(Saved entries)
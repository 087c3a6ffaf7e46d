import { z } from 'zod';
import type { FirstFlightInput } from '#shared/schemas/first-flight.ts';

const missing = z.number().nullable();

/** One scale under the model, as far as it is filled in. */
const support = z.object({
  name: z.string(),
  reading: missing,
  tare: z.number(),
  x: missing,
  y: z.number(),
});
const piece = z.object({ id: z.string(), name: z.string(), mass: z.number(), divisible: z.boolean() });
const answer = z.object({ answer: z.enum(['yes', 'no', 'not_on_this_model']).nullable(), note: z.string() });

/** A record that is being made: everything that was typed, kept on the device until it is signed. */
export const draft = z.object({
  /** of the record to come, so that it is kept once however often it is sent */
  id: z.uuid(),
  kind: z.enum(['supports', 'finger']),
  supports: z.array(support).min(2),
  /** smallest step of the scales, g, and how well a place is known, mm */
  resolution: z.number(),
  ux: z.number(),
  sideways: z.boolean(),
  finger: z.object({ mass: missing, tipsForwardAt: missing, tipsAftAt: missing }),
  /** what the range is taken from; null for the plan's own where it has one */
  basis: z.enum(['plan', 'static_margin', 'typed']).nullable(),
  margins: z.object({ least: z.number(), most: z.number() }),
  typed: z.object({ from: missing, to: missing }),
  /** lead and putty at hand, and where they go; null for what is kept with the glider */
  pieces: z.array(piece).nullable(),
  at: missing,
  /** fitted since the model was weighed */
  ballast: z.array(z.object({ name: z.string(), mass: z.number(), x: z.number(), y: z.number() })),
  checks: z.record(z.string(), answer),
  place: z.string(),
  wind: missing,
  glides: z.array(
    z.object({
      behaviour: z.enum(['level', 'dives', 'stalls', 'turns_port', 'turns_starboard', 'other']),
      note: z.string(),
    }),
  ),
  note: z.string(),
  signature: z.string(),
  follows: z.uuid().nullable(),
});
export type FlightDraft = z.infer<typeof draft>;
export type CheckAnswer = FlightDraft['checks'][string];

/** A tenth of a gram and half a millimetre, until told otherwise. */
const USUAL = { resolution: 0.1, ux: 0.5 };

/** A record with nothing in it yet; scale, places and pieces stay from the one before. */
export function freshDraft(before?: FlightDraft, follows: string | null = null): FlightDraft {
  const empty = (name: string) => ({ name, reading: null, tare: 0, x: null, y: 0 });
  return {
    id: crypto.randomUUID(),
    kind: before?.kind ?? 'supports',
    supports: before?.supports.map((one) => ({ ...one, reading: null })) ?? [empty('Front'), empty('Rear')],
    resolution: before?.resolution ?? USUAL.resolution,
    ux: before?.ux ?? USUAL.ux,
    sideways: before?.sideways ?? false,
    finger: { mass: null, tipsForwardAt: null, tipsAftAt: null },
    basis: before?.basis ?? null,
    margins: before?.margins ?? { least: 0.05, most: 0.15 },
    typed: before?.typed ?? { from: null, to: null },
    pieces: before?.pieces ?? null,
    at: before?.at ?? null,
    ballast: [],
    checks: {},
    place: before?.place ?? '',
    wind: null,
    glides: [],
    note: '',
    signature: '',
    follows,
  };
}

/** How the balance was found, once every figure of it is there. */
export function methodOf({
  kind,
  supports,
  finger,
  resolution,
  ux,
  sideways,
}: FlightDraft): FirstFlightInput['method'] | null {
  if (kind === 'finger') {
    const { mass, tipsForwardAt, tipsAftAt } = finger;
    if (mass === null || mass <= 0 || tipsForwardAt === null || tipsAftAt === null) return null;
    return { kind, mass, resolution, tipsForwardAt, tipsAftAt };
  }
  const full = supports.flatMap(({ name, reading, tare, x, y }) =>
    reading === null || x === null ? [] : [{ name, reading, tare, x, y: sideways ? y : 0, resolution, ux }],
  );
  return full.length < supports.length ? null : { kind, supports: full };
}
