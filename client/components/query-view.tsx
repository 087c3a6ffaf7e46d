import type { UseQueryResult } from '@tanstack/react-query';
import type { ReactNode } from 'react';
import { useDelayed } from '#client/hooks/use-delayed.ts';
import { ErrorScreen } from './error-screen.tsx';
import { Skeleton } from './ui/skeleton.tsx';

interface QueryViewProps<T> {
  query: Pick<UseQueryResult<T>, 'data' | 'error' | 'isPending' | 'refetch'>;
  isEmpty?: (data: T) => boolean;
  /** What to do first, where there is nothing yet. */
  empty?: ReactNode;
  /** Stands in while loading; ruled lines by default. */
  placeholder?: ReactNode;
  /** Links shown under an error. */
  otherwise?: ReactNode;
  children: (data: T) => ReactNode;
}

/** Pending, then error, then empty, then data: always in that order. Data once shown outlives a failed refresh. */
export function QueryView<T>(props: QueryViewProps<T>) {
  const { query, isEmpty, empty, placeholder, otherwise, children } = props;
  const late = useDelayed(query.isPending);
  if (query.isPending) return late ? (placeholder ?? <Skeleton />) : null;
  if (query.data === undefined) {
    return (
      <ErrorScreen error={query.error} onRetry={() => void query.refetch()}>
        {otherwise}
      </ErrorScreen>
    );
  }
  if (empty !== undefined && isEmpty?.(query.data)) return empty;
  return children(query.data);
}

--

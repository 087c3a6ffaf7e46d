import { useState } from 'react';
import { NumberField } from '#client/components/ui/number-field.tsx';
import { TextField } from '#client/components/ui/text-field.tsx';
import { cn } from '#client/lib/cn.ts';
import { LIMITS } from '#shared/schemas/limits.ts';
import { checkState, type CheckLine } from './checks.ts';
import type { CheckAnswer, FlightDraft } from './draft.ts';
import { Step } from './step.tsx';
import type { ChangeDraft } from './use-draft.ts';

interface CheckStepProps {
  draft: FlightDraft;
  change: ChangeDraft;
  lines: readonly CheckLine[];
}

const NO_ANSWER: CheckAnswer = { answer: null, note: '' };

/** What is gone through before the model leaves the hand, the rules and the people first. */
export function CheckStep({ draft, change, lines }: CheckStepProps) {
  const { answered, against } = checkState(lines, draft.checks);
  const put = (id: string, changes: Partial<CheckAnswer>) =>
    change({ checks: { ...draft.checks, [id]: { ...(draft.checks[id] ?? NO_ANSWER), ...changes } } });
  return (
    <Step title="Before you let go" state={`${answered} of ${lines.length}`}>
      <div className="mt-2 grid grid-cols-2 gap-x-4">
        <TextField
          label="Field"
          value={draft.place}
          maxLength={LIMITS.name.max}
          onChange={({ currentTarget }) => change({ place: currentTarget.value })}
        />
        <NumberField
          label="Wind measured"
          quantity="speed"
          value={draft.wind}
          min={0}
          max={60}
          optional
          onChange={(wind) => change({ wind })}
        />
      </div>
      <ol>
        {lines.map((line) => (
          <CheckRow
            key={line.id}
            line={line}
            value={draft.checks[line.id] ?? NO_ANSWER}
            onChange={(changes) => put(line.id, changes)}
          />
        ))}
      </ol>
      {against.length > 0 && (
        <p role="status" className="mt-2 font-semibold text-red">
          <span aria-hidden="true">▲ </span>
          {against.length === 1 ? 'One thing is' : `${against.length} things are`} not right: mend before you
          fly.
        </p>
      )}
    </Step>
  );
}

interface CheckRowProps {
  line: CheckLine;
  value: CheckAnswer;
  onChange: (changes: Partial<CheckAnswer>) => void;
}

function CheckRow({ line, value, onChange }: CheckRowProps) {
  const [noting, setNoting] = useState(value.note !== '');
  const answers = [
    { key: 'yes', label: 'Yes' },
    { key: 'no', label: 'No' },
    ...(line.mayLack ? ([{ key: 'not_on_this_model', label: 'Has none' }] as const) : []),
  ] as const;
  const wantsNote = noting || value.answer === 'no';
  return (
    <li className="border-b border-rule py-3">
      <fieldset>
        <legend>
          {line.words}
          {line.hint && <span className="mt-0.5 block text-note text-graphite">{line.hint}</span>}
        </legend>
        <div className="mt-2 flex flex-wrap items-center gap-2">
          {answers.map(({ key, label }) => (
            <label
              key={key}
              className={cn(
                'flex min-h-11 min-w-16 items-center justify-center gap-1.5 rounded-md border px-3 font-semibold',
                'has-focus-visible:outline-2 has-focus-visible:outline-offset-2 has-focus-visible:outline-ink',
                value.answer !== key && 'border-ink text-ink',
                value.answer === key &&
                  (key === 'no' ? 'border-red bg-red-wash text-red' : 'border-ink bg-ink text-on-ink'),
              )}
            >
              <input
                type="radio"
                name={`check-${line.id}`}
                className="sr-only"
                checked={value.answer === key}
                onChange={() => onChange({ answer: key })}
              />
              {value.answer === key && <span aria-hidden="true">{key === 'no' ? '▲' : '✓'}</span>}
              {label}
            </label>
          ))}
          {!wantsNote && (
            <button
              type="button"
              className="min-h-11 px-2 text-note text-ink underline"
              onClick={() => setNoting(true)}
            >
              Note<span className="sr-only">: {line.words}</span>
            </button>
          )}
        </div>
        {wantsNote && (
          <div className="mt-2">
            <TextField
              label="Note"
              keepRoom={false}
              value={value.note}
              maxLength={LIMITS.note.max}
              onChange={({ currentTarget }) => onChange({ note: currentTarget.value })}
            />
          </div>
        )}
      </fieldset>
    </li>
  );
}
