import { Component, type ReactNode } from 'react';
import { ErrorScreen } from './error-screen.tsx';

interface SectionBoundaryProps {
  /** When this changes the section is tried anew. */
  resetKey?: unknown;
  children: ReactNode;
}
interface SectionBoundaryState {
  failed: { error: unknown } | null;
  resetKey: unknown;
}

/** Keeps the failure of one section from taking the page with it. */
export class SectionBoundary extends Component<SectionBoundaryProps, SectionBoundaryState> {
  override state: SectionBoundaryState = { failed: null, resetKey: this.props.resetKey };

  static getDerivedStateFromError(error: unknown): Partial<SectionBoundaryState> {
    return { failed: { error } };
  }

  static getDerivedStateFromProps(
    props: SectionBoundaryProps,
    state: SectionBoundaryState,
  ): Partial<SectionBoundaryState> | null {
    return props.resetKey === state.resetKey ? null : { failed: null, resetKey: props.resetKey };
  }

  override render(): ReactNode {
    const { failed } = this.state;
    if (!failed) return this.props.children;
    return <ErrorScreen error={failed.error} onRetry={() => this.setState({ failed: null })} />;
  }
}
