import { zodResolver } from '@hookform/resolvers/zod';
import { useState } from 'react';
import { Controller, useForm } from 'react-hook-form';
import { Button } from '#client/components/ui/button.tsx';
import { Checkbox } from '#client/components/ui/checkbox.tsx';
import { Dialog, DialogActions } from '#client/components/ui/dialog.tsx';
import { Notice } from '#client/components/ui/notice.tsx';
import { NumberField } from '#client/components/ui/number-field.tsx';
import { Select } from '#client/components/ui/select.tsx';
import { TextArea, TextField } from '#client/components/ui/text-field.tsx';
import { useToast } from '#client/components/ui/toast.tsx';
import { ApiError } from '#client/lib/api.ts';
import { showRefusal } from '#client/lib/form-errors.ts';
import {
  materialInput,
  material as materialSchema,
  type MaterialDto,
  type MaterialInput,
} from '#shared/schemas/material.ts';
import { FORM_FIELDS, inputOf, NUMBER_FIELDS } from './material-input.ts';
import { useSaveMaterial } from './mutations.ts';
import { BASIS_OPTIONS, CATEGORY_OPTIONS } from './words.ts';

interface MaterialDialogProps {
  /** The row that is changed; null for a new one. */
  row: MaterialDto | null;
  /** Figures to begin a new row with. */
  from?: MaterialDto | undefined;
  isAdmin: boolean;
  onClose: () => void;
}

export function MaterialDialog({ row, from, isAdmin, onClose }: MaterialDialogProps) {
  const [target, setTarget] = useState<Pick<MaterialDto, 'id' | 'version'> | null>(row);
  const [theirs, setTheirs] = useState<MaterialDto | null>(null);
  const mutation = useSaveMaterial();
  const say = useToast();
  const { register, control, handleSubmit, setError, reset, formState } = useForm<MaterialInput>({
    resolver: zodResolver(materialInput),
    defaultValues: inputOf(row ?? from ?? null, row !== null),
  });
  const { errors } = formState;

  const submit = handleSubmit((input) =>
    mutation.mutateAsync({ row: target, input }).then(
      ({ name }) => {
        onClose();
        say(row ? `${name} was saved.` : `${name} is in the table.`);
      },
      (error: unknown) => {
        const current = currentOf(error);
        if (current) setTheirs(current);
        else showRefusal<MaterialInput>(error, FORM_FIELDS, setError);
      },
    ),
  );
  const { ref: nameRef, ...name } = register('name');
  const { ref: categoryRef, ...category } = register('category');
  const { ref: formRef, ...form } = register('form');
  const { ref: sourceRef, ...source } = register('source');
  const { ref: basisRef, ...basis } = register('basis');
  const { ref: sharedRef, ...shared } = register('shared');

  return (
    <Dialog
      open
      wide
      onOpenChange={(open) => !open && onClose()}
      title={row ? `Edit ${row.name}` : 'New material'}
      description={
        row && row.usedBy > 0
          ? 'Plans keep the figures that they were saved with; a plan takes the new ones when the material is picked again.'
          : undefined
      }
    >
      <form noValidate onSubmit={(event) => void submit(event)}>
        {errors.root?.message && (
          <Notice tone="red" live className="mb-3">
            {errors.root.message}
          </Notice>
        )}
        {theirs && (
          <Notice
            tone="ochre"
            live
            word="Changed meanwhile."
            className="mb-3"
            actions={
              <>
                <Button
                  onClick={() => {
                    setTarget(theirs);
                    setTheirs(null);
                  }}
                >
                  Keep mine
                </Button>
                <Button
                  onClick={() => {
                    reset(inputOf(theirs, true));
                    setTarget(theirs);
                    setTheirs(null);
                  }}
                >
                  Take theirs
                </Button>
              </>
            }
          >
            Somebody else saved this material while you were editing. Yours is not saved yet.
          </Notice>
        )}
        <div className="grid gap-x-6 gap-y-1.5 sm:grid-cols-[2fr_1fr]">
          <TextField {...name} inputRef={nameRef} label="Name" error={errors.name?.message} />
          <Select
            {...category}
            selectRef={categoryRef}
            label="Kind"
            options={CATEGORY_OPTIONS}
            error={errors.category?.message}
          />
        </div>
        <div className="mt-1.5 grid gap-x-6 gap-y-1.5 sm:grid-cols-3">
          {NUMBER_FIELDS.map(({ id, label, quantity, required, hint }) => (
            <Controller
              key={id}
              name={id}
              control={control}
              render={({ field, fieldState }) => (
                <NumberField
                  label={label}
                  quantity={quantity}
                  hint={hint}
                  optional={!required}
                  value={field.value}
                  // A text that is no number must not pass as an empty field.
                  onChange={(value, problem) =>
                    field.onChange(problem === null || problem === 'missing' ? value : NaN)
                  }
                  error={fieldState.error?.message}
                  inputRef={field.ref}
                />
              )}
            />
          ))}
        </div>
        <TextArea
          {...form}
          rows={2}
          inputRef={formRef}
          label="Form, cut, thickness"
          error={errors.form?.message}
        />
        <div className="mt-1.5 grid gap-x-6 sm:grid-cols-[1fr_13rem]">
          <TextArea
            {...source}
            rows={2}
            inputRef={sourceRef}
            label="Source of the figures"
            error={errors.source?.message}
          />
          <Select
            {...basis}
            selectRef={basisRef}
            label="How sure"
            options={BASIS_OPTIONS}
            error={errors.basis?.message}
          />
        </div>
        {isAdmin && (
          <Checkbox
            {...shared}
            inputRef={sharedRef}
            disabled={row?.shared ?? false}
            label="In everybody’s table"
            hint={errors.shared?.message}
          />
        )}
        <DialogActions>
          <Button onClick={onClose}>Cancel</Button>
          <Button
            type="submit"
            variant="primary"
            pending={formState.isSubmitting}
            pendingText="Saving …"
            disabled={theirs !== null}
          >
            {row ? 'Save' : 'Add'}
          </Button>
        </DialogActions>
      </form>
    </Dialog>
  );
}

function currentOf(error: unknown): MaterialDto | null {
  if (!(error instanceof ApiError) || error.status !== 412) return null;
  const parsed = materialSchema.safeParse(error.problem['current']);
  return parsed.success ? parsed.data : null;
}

-- Required action --
Return, from the data, each line where the string "formRef" occurs.

-- Reply --
  const { ref: formRef, ...form } = register('form');
          inputRef={formRef}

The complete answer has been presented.